Exercise requirements: Reproduce the data below line by line, from its first line to the line with "whose gas has", both included, and nothing past that point.

[Records to process]

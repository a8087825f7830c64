//! The lines of the wave diagram and their crossings, each written once for every kind of number.

use super::event::Event;
use super::input::{TubeInput, TubeInputError};
use crate::gas::{Gamma, Rule};
use crate::number::{Ball, Elementary, Semifield};

/// Speeds (m/s) of the waves and gases of an ideal tube: a diaphragm that opens at once, a driver of the bore of the driven section, whose gas has
/// constant heat capacity.
///
/// Speeds of the driven gas may come from any gas model.
#[derive(Clone, Copy, Debug)]
pub struct TubeSpeeds<S = Ball> {
    /// Incident shock, `U_S`.
    pub incident_shock: S,
    /// Gas behind it and contact surface, u2 = u3.
    pub gas_speed: S,
    /// Sound speed behind it, a2.
    pub sound_speed_2: S,
    /// Reflected shock in the laboratory, `U_R`, away from the end wall.
    pub reflected_shock: S,
    /// Sound speed behind it, a5.
    pub sound_speed_5: S,
    /// Sound speed of the driver fill, a4.
    pub sound_speed_4: S,
    /// γ4 of the driver gas.
    pub driver_gamma: Gamma<S>,
}

/// Lengths of the tube, m.
#[derive(Clone, Copy, Debug)]
pub struct Lengths<S = Ball> {
    /// L1, from the diaphragm to the end wall of the driven section.
    pub driven: S,
    /// L4, from the diaphragm to the end wall of the driver section.
    pub driver: S,
}

/// What the contact surface does when the reflected shock meets it.
#[derive(Clone, Copy, Debug)]
pub enum ContactReturn<S = Ball> {
    /// It sends a wave back to the end wall: a5 for an expansion or a weak wave, more for a shock.
    Wave {
        /// Speed of the wave toward the end wall, m/s.
        speed: S,
    },
    /// It sends nothing back and stays where it is: a tailored contact surface.
    Tailored {
        /// Speed in the laboratory of the shock that goes on into the driver gas, away from the end wall, m/s.
        transmitted_shock: S,
        /// Sound speed behind that shock, m/s.
        sound_speed: S,
    },
}

/// A tube in which the waves run: the formulas of its diagram, with the diaphragm at x = 0, the end wall at x = L1 and t = 0 at the opening.
///
/// Each is exact for an ideal tube as long as no other wave was met before; [`WaveDiagram`](super::WaveDiagram) says which of them apply. In
/// `Dual<f64, N>` they give the slopes for an uncertainty budget. Source: one-dimensional gas dynamics by the method of characteristics; a centred
/// simple wave crossed by the head reflected from the wall behind it (H. W. Liepmann and A. Roshko, Elements of Gasdynamics, 1957, chapter 3, from
/// memory; a test integrates the path).
#[derive(Clone, Copy, Debug)]
pub struct Tube<S = Ball> {
    /// Speeds.
    pub speeds: TubeSpeeds<S>,
    /// Lengths.
    pub lengths: Lengths<S>,
    /// What the contact surface does.
    pub contact: ContactReturn<S>,
}

impl<S: Elementary> TubeSpeeds<S> {
    /// v = (γ4 − 1)u2/(2a4): the share of its sound speed that the driver gas loses in the expansion.
    fn loss(&self) -> S {
        let gamma = self.driver_gamma;
        gamma.d * self.gas_speed / (gamma.q * self.sound_speed_4).doubled()
    }

    /// Sound speed of the expanded driver gas, a3 = a4 − (γ4 − 1)u2/2, m/s.
    pub fn sound_speed_3(&self) -> S {
        let gamma = self.driver_gamma;
        self.sound_speed_4 - gamma.d * self.gas_speed / gamma.q.doubled()
    }

    /// λ = ln(`t_f`·a4/L4) = (γ4+1)/(2(γ4−1))·ln(a4/a3) = (γ4+1)u2/(4a4)·[−ln(1−v)/v], without a difference where γ4 is near 1.
    pub(super) fn fan_logarithm(&self) -> S {
        let gamma = self.driver_gamma;
        let rate = gamma.plus_one() * self.gas_speed / (S::whole(4) * gamma.q * self.sound_speed_4);
        rate * (-self.loss()).log1p_ratio()
    }

    /// u2 + a2 − `U_S`: how much faster than the incident shock a sound wave behind it is, m/s.
    fn overtaking_speed(&self) -> S {
        self.gas_speed + self.sound_speed_2 - self.incident_shock
    }
}

impl<S: Elementary> Tube<S> {
    /// `t_w` = L1/`U_S`: the incident shock meets the end wall.
    pub fn wall_time(&self) -> S {
        self.lengths.driven / self.speeds.incident_shock
    }

    /// `t_m` − `t_w` = L1(1 − u2/`U_S`)/(u2 + `U_R`).
    pub fn contact_delay(&self) -> S {
        let TubeSpeeds { incident_shock, gas_speed, reflected_shock, .. } = self.speeds;
        self.lengths.driven * (incident_shock - gas_speed) / (incident_shock * (gas_speed + reflected_shock))
    }

    /// `d_m` = `U_R`(`t_m` − `t_w`): distance from the end wall at which the reflected shock meets the contact surface.
    pub fn contact_distance(&self) -> S {
        self.speeds.reflected_shock * self.contact_delay()
    }

    /// The reflected shock meets the contact surface: `t_m` = L1(1 + `U_R`/`U_S`)/(u2 + `U_R`), `x_m` = u2·`t_m`.
    pub fn contact_meeting(&self) -> Event<S> {
        let TubeSpeeds { incident_shock, gas_speed, reflected_shock, .. } = self.speeds;
        let time = self.lengths.driven * (incident_shock + reflected_shock) / (incident_shock * (gas_speed + reflected_shock));
        Event { position: gas_speed * time, time }
    }

    /// The expansion's head meets the driver's end wall: (−L4, L4/a4).
    pub fn head_at_driver_wall(&self) -> Event<S> {
        Event { position: -self.lengths.driver, time: self.lengths.driver / self.speeds.sound_speed_4 }
    }

    /// The reflected head in the fan, `logarithm` = ln(t·a4/L4) after its reflection: a = a4(t·a4/L4)^(−2(γ4−1)/(γ4+1)), u = 2(a4 − a)/(γ4−1),
    /// x = (u − a)t.
    pub(super) fn head_in_fan(&self, logarithm: S) -> Event<S> {
        let (gamma, a4) = (self.speeds.driver_gamma, self.speeds.sound_speed_4);
        let fall = -(gamma.d.doubled() / gamma.plus_one() * logarithm);
        let gas_speed = S::whole(4) * gamma.q / gamma.plus_one() * a4 * logarithm * fall.expm1_ratio();
        let time = self.head_at_driver_wall().time * logarithm.exp();
        Event { position: (gas_speed - a4 * fall.exp()) * time, time }
    }

    /// The reflected head leaves the fan: `t_f` = (L4/a4)(a3/a4)^(−(γ4+1)/(2(γ4−1))), `x_f` = (u2 − a3)`t_f`.
    pub fn head_leaves_fan(&self) -> Event<S> {
        let time = self.head_at_driver_wall().time * self.speeds.fan_logarithm().exp();
        Event { position: (self.speeds.gas_speed - self.speeds.sound_speed_3()) * time, time }
    }

    /// The reflected head meets the contact surface, at twice the time at which it leaves the fan: (2u2·`t_f`, 2`t_f`).
    pub fn head_meets_contact(&self) -> Event<S> {
        let time = self.head_leaves_fan().time.doubled();
        Event { position: self.speeds.gas_speed * time, time }
    }

    /// `t_r` − `t_w` = (2a2·`t_f` − (u2 + a2 − `U_S`)`t_w`)/(u2 + a2 + `U_R`): the reflected head, having passed the contact surface, meets the
    /// reflected shock so long after that left the end wall. Negative where it overtakes the incident shock before.
    pub fn head_delay(&self) -> S {
        let TubeSpeeds { gas_speed, sound_speed_2, reflected_shock, .. } = self.speeds;
        let lead = sound_speed_2 * self.head_meets_contact().time - self.speeds.overtaking_speed() * self.wall_time();
        lead / (gas_speed + sound_speed_2 + reflected_shock)
    }

    /// `d_r` = `U_R`(`t_r` − `t_w`): distance from the end wall at which the reflected head meets the reflected shock.
    pub fn head_distance(&self) -> S {
        self.speeds.reflected_shock * self.head_delay()
    }

    /// The reflected head, having passed the contact surface, meets the reflected shock.
    pub fn head_meets_reflected_shock(&self) -> Event<S> {
        Event { position: self.lengths.driven - self.head_distance(), time: self.wall_time() + self.head_delay() }
    }

    /// The reflected head overtakes the incident shock: `t_o` = 2a2·`t_f`/(u2 + a2 − `U_S`), `x_o` = `U_S`·`t_o`.
    pub fn head_overtakes_incident_shock(&self) -> Event<S> {
        let time = self.speeds.sound_speed_2 * self.head_meets_contact().time / self.speeds.overtaking_speed();
        Event { position: self.speeds.incident_shock * time, time }
    }

    /// The transmitted shock of a tailored contact surface meets the fan's tail, so long after `t_m`: `t_m`·a3/(u2 − a3 + `U_T`).
    pub(super) fn tail_delay(&self, transmitted_shock: S) -> S {
        let a3 = self.speeds.sound_speed_3();
        self.contact_meeting().time * a3 / (self.speeds.gas_speed - a3 + transmitted_shock)
    }

    /// It meets the reflected head in the expanded driver gas, so long after `t_m`: a3(2`t_f` − `t_m`)/(u2 + a3 + `U_T`).
    pub(super) fn head_in_driver_gas_delay(&self, transmitted_shock: S) -> S {
        let a3 = self.speeds.sound_speed_3();
        let late = self.head_meets_contact().time - self.contact_meeting().time;
        a3 * late / (self.speeds.gas_speed + a3 + transmitted_shock)
    }

    /// How long a station at a distance y from the end wall sees the gas behind the reflected shock until a wave comes that left the path of that
    /// shock at a distance `d` and runs with speed `c` to the end wall: (d − y)(1/`U_R` + 1/c).
    pub fn station_duration(&self, distance: S, speed: S, from_end_wall: S) -> S {
        let one = S::whole(1);
        (distance - from_end_wall) * (one / self.speeds.reflected_shock + one / speed)
    }

    /// Length of a driver from whose end wall the head leaves the fan at a time: L4 = `t_f`·a4·(a3/a4)^((γ4+1)/(2(γ4−1))).
    fn driver_for_fan_exit(&self, time: S) -> S {
        time * self.speeds.sound_speed_4 * (-self.speeds.fan_logarithm()).exp()
    }

    /// The shortest driver whose expansion does not overtake the incident shock on its way to the end wall, m:
    /// 2a2·`t_f` = (u2 + a2 − `U_S`)`t_w`.
    pub fn shortest_driver_without_overtaking(&self) -> S {
        self.driver_for_fan_exit(self.speeds.overtaking_speed() * self.wall_time() / self.speeds.sound_speed_2.doubled())
    }

    /// The shortest driver whose length does not limit the uniform time at a station, m; in closed form.
    ///
    /// Where the contact surface returns a wave of speed c: (d − y)(1/`U_R` + 1/a5) = (`d_m` − y)(1/`U_R` + 1/c) gives the distance d at which the
    /// head may meet the reflected shock, and 2a2·`t_f` = (u2 + a2 + `U_R`)d/`U_R` + (u2 + a2 − `U_S`)`t_w`. Where it is tailored: the head leaves the
    /// fan as the transmitted shock gets there, `t_f` = `t_m`(u2 + `U_T`)/(u2 − a3 + `U_T`); a longer driver is limited by the fan's tail.
    ///
    /// For stations nearer to the end wall than [`Tube::contact_distance`].
    pub fn shortest_driver(&self, from_end_wall: S) -> S {
        let TubeSpeeds { gas_speed, sound_speed_2, reflected_shock, sound_speed_5, .. } = self.speeds;
        match self.contact {
            ContactReturn::Wave { speed } => {
                let one = S::whole(1);
                let duration = self.station_duration(self.contact_distance(), speed, from_end_wall);
                let distance = from_end_wall + duration / (one / reflected_shock + one / sound_speed_5);
                let way = (gas_speed + sound_speed_2 + reflected_shock) * distance / reflected_shock;
                self.driver_for_fan_exit((way + self.speeds.overtaking_speed() * self.wall_time()) / sound_speed_2.doubled())
            }
            ContactReturn::Tailored { transmitted_shock, .. } => {
                self.driver_for_fan_exit(self.contact_meeting().time + self.tail_delay(transmitted_shock))
            }
        }
    }
}

impl Tube {
    /// Checks that the speeds are those of a tube.
    pub(super) fn check(&self) -> Result<(), TubeInputError> {
        let speeds = &self.speeds;
        let gamma_excess = speeds.driver_gamma.d / speeds.driver_gamma.q;
        let positive = [
            (TubeInput::DrivenLength, self.lengths.driven),
            (TubeInput::DriverLength, self.lengths.driver),
            (TubeInput::IncidentShock, speeds.incident_shock),
            (TubeInput::GasSpeed2, speeds.gas_speed),
            (TubeInput::SoundSpeed2, speeds.sound_speed_2),
            (TubeInput::ReflectedShock, speeds.reflected_shock),
            (TubeInput::SoundSpeed5, speeds.sound_speed_5),
            (TubeInput::SoundSpeed4, speeds.sound_speed_4),
            (TubeInput::DriverHeatCapacityRatio, gamma_excess),
        ];
        for (input, value) in positive {
            input.positive_ball(value)?;
        }
        // The gas behind a shock is slower than the shock, which is subsonic relative to it.
        exceeds(TubeInput::IncidentShock, speeds.incident_shock, speeds.gas_speed)?;
        exceeds(TubeInput::SoundSpeed2, speeds.sound_speed_2, speeds.incident_shock - speeds.gas_speed)?;
        // Driver gas expands to no more than 2a4/(γ4 − 1).
        let limit = speeds.sound_speed_4.doubled() / gamma_excess;
        if !(limit - speeds.gas_speed).is_certainly_positive() {
            return Err(TubeInput::GasSpeed2.refuse(speeds.gas_speed.nearest(), Rule::Below(limit.nearest())));
        }
        match self.contact {
            ContactReturn::Wave { speed } => {
                TubeInput::ReturnedWave.positive_ball(speed)?;
                // A wave of any strength runs into gas at rest at the speed of sound or faster.
                if (speeds.sound_speed_5 - speed).is_certainly_positive() {
                    return Err(TubeInput::ReturnedWave.refuse(speed.nearest(), Rule::Above(speeds.sound_speed_5.nearest())));
                }
            }
            ContactReturn::Tailored { transmitted_shock, sound_speed } => {
                TubeInput::TransmittedShock.positive_ball(transmitted_shock)?;
                TubeInput::SoundSpeedBehindTransmitted.positive_ball(sound_speed)?;
                exceeds(TubeInput::TransmittedShock, transmitted_shock, speeds.sound_speed_3() - speeds.gas_speed)?;
            }
        }
        // Beyond e^650 the head's way through the fan is not computed.
        let leaves = TubeInput::DriverLength.positive_ball(self.head_leaves_fan().time);
        leaves.map_err(|_| TubeInput::GasSpeed2.refuse(speeds.gas_speed.nearest(), Rule::Below(limit.nearest())))
    }
}

/// Checks that one ball certainly exceeds another.
fn exceeds(input: TubeInput, value: Ball, limit: Ball) -> Result<(), TubeInputError> {
    if (value - limit).is_certainly_positive() { Ok(()) } else { Err(input.refuse(value.nearest(), Rule::Above(limit.nearest()))) }
}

[/Records to process]

Exercise result:
repository a8087825f7830c64
//! The lines of the wave diagram and their crossings, each written once for every kind of number.

use super::event::Event;
use super::input::{TubeInput, TubeInputError};
use crate::gas::{Gamma, Rule};
use crate::number::{Ball, Elementary, Semifield};

/// Speeds (m/s) of the waves and gases of an ideal tube: a diaphragm that opens at once, a driver of the bore of the driven section, whose gas has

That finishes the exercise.